Grosses Gewachs applies to growers and vineyards basically everywhere else in Germany - in Franken, the Pfalz, Nahe, the Mittel Rhein and Rheinhessen. These bottles have the cool "grape-bunch stamp" - this can be on the label and/or actually shaped in the glass itself, usually up higher on the flute-shaped bottle.

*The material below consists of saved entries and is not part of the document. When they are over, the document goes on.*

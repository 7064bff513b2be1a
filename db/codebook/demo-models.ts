import type { MachineModel } from '@/lib/model/code-book'
import { MOOR_450 } from './demo-moor-450'

/** The models of the demo shop: all invented, and marked so in every figure's source. */
export const DEMO_MODELS: MachineModel[] = [MOOR_450]
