import type { Caution } from '@/lib/model/code-book'

/** Cautions of this chapter; signal words after ANSI Z535.6. */
export const NO_FIRE: Caution = {
  signal: 'NOTICE',
  text: 'Spark must have a grounded plug or tester to jump to. An open lead can kill coil and module.',
}
export const HAND_TURN: Caution = {
  signal: 'WARNING',
  text: 'Fingers are crushed when the engine moves. Key out, plug cap off, one person turns and nobody else touches.',
}
export const PLATE_BITES: Caution = {
  signal: 'WARNING',
  text: 'The throttle plate is driven by a motor and shuts hard. Keep fingers and tools out of the bore with the key on.',
}
export const PLUG_HOLE: Caution = {
  signal: 'DANGER',
  text: 'Petrol mist blows out of an open plug hole and burns. Cap and tester well away, face and hands away, air it first.',
}
export const STAND_SAFE: Caution = {
  signal: 'WARNING',
  text: 'A machine that slips off its stand crushes. Level ground, chocks, a stand with a wide foot, nobody behind the wheel or track.',
}
export const BACKFIRE_BURNS: Caution = {
  signal: 'WARNING',
  text: 'A backfire throws flame from intake and exhaust. Air box shut, face and dry grass away, extinguisher near.',
}
export const LIMITED: Caution = {
  signal: 'WARNING',
  text: 'Power can come back without warning. No riding to test it near people, edges or traffic; key off when it acts by itself.',
}
export const NO_MORE_STARTS: Caution = {
  signal: 'NOTICE',
  text: 'Ten seconds of cranking, then a minute of rest. Long cranking kills starter and battery and floods the engine.',
}
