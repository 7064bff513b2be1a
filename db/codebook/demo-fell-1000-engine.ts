import { component, drop, winding } from './demo-build'
import { engineOil } from './demo-common'
import type { DemoComponent } from './demo-figures'

const coil = (n: 1 | 2, colour: string): DemoComponent =>
  component({
    id: `ignitionCoil${n}`,
    name: `Ignition coil, cylinder ${n}`,
    place: `On the plug of cylinder ${n}, ${n === 1 ? 'rear' : 'front'}, under the cargo bed hatch.`,
    setups: ['seatOff', 'coilPlugOff'],
    fasteners: 'Hatch: four quarter turns. Coil: one bolt, 8 mm head.',
    connector: 'Grey, two pins, red slide lock.',
    pins: [
      ['1', 'red with white', 'feed, battery volts with key on'],
      ['2', colour, `control from module pin ${n === 1 ? '31' : '32'}`],
    ],
    torqueNm: 8,
    page: 212,
    values: [
      winding('primaryResistance', 'Primary resistance, pin 1 to pin 2', [0.62, 8]),
      drop(
        'supplyDrop',
        'Volts lost from battery plus to pin 1',
        0.4,
        'Key on, 21 W bulb from pin 1 to engine metal',
      ),
    ],
  })

const injector = (n: 1 | 2, colour: string): DemoComponent =>
  component({
    id: `injector${n}`,
    name: `Injector, cylinder ${n}`,
    place: `Intake port of cylinder ${n}, ${n === 1 ? 'rear' : 'front'}, under the fuel rail.`,
    setups: ['seatOff', 'railRelieved'],
    fasteners: 'Rail: two bolts, 10 mm head. Injector: clip, new seals.',
    connector: 'Blue, two pins.',
    pins: [
      ['1', 'red with white', 'feed'],
      ['2', colour, 'control'],
    ],
    torqueNm: 10,
    page: 224,
    values: [winding('resistance', 'Injector winding', [12.2, 5])],
  })

/** Fell 1000, engine and fuel: where things are and what they read. All invented. */
export const FELL_1000_ENGINE: DemoComponent[] = [
  coil(1, 'white with blue'),
  coil(2, 'white with red'),
  component({
    id: 'plug1',
    name: 'Spark plugs',
    place: 'Under the coils, one a cylinder.',
    setups: ['seatOff', 'plugOut'],
    fasteners: 'Plug hexagon 16 mm, engine cold.',
    torqueNm: 14,
    page: 211,
    values: [{ id: 'gap', name: 'Plug gap', quantity: 'length', low: 0.7, high: 0.8 }],
  }),
  injector(1, 'green with blue'),
  injector(2, 'green with red'),
  component({
    id: 'fuelPump',
    name: 'Fuel pump',
    place: 'In the tank under the right seat, from above, with its filter.',
    setups: ['seatOff', 'tankCoverOff'],
    fasteners: 'Ring nut, tool with four lugs. New ring seal.',
    connector: 'Black, four pins.',
    pins: [
      ['1', 'grey with blue', 'pump plus, from the relay'],
      ['2', 'black', 'pump ground'],
      ['3', 'violet', 'fuel level'],
      ['4', 'black with brown', 'level ground'],
    ],
    torqueNm: 68,
    page: 221,
    values: [
      {
        id: 'current',
        name: 'Current of the pump',
        quantity: 'dcCurrent',
        low: 3.5,
        high: 6,
        conditions: 'Pump running, 12.5 V',
      },
    ],
  }),
  component({
    id: 'fuelRail',
    name: 'Fuel rail',
    place: 'Between the cylinders, quick joint at its rear end.',
    setups: ['seatOff', 'railRelieved'],
    fasteners: 'Quick joint: press both tabs.',
    page: 222,
    values: [
      {
        id: 'pressure',
        name: 'Fuel pressure with the pump running',
        quantity: 'pressure',
        nominal: 350,
        tolerancePercent: 6,
        conditions: 'Pump running, engine off or idling',
      },
      {
        id: 'flow',
        name: 'Flow at the open rail joint',
        quantity: 'flow',
        low: 1.4,
        conditions: 'Pump running, battery above 12 V',
      },
    ],
  }),
  component({
    id: 'throttleBody',
    name: 'Throttle body with motor',
    place: 'Between air box and cylinders, motor to the left.',
    setups: ['seatOff', 'airboxOpen'],
    fasteners:
      'Four bolts, 8 mm head. After work: key on 30 seconds, off 10, so that it learns its stop.',
    connector: 'Black, six pins.',
    pins: [
      ['1', 'brown', '5 V supply'],
      ['2', 'yellow with white', 'throttle signal A'],
      ['3', 'yellow with black', 'throttle signal B, falls as A rises'],
      ['4', 'black with brown', 'sensor ground'],
      ['5', 'pink', 'motor plus'],
      ['6', 'pink with black', 'motor minus'],
    ],
    torqueNm: 9,
    page: 231,
    values: [
      {
        id: 'motorResistance',
        name: 'Throttle motor, pin 5 to pin 6',
        quantity: 'resistance',
        low: 1.2,
        high: 6,
        conditions: 'Unplugged; turn the flap a little and read again',
      },
      {
        id: 'signalSum',
        name: 'Signals A and B added',
        quantity: 'dcVoltage',
        low: 4.85,
        high: 5.15,
        conditions: 'Key on, at any place of the flap',
      },
    ],
  }),
  component({
    id: 'crankSensor',
    name: 'Crank position sensor',
    place: 'Left engine cover, front, above the starter.',
    setups: ['sidePanelOff', 'crankPlugOff'],
    fasteners: 'One bolt, 8 mm head.',
    connector: 'Black, two pins.',
    pins: [
      ['1', 'blue', 'signal plus'],
      ['2', 'blue with white', 'signal minus'],
    ],
    torqueNm: 8,
    page: 240,
    values: [
      winding('resistance', 'Sensor winding', [560, 15]),
      {
        id: 'crankingAcVolts',
        name: 'Peak volts while cranking',
        quantity: 'acVoltage',
        low: 0.7,
        conditions: 'Peak adapter, battery above 10 V while cranking',
      },
      { id: 'gap', name: 'Gap to the trigger wheel', quantity: 'length', low: 0.4, high: 1.1 },
    ],
  }),
  component({
    id: 'valves',
    name: 'Valves',
    place: 'Under the two valve covers.',
    setups: ['valveCoverOff'],
    fasteners: 'Cover: four bolts, 8 mm head, rubber gasket.',
    torqueNm: 10,
    page: 205,
    values: [
      {
        id: 'intakeGap',
        name: 'Intake valve gap, cold',
        quantity: 'length',
        low: 0.1,
        high: 0.2,
        conditions: 'Engine cold, 15 to 25 C',
      },
      {
        id: 'exhaustGap',
        name: 'Exhaust valve gap, cold',
        quantity: 'length',
        low: 0.2,
        high: 0.3,
        conditions: 'Engine cold, 15 to 25 C',
      },
    ],
  }),
  engineOil({ place: 'Switch on the right of the block, beside the filter.', page: 207, low: 60 }),
]
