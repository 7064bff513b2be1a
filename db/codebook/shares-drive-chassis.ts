import type { ShareList } from './chapter'
import { BIKE, FOUR_WHEELS, SLED } from './gates-drive'

/** Brakes, steering, tyres and track: of 100 such calls, guesses without a count behind them (rule R5). */
const BRAKE_SHARES: ShareList[] = [
  {
    symptom: 'brakesPoor',
    gate: FOUR_WHEELS,
    somethingElse: 6,
    of100: {
      brakePadsGone: 18,
      brakeFluidLost: 17,
      brakeAirBoiled: 17,
      brakeIced: 10,
      caliperSeized: 8,
      parkBrakeDragging: 5,
      brakeCableOrRod: 5,
      masterPassing: 5,
      brakePadsOiled: 3,
      wheelBearingWorn: 3,
      brakeDiscBent: 2,
      wheelSpeedSensorBad: 1,
    },
  },
  {
    symptom: 'brakesPoor',
    gate: SLED,
    somethingElse: 6,
    of100: {
      brakeAirBoiled: 20,
      brakeIced: 18,
      brakePadsGone: 16,
      brakeFluidLost: 10,
      parkBrakeDragging: 8,
      caliperSeized: 7,
      brakePadsOiled: 5,
      masterPassing: 4,
      brakeCableOrRod: 2,
      driveBearingFailed: 2,
      chainCaseFailed: 1,
      brakeDiscBent: 1,
    },
  },
  {
    symptom: 'brakesPoor',
    gate: BIKE,
    somethingElse: 6,
    of100: {
      brakePadsGone: 22,
      brakeAirBoiled: 22,
      brakeFluidLost: 14,
      caliperSeized: 8,
      brakePadsOiled: 7,
      brakeIced: 5,
      masterPassing: 5,
      brakeCableOrRod: 4,
      brakeDiscBent: 4,
      wheelBearingWorn: 3,
    },
  },
]

const STEERING_SHARES: ShareList[] = [
  {
    symptom: 'steeringLoose',
    gate: FOUR_WHEELS,
    somethingElse: 6,
    of100: {
      tieRodBent: 23,
      ballJointLoose: 17,
      wheelBearingWorn: 9,
      armBroken: 9,
      wheelLoose: 8,
      shockBroken: 8,
      steeringPostLoose: 6,
      steeringAssistFault: 6,
      steeringAssistSupply: 4,
      tyrePunctured: 4,
    },
  },
  {
    symptom: 'steeringLoose',
    gate: SLED,
    somethingElse: 10,
    of100: {
      skiBent: 22,
      tieRodBent: 17,
      armBroken: 13,
      ballJointLoose: 12,
      shockBroken: 9,
      steeringPostLoose: 9,
      skiRunnerWorn: 8,
    },
  },
  {
    symptom: 'steeringLoose',
    gate: BIKE,
    somethingElse: 8,
    of100: {
      forkTwisted: 24,
      shockBroken: 16,
      headBearingLoose: 15,
      wheelBearingWorn: 14,
      wheelLoose: 10,
      tyrePunctured: 8,
      swingArmLoose: 5,
    },
  },
]

const TYRE_SHARES: ShareList[] = [
  {
    symptom: 'tyreFlat',
    gate: FOUR_WHEELS,
    somethingElse: 6,
    of100: { tyrePunctured: 46, tyreBeadOff: 19, tyreTorn: 12, valveLeaking: 11, rimBent: 6 },
  },
  {
    symptom: 'tyreFlat',
    gate: BIKE,
    somethingElse: 6,
    of100: {
      tyrePunctured: 44,
      tubePinched: 28,
      valveLeaking: 11,
      tyreTorn: 5,
      rimBent: 3,
      tyreBeadOff: 3,
    },
  },
]

const TRACK_SHARES: ShareList[] = [
  {
    symptom: 'trackOff',
    gate: SLED,
    somethingElse: 6,
    of100: {
      trackFrozen: 28,
      trackOffIdlers: 14,
      trackJammed: 9,
      slidesMelted: 9,
      trackTorn: 8,
      idlerWheelLost: 7,
      driveBearingFailed: 6,
      skidBroken: 6,
      parkBrakeDragging: 3,
      caliperSeized: 2,
      chainCaseFailed: 2,
    },
  },
]

export const CHASSIS_SHARES: ShareList[] = [
  ...BRAKE_SHARES,
  ...STEERING_SHARES,
  ...TYRE_SHARES,
  ...TRACK_SHARES,
]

What about dry wine from the famed Mosel (including the Saar and Ruwer)? In general, the Mosel is identified with sweeter-style Rieslings, and rightly so - they combine sweetness with an agile acidity and tense minerality in a way just no other region does. The dry wines, with some important exceptions, seem to be less inspiring, especially from the well-known Middle Mosel vineyards. The growers who do make dry wines - usually in the Lower Mosel or in the Saar-Ruwer, where dry styles are more successful, and therefore more common - usually just label the wine "Trocken," or dry - such as in the example of Knebel's great Spatlese Trocken. This is a wine, in other words, whose grapes were picked at a Spatlese level of ripeness, but was fermented until it had 8 or fewer grams of RS per liter. We also carry a "Kabinett Feinherb" from Knebel - this wine was picked at a lower ripeness level (presumably) and fermented till it had, roughly, between 9 and 18 grams RS.

And there you go!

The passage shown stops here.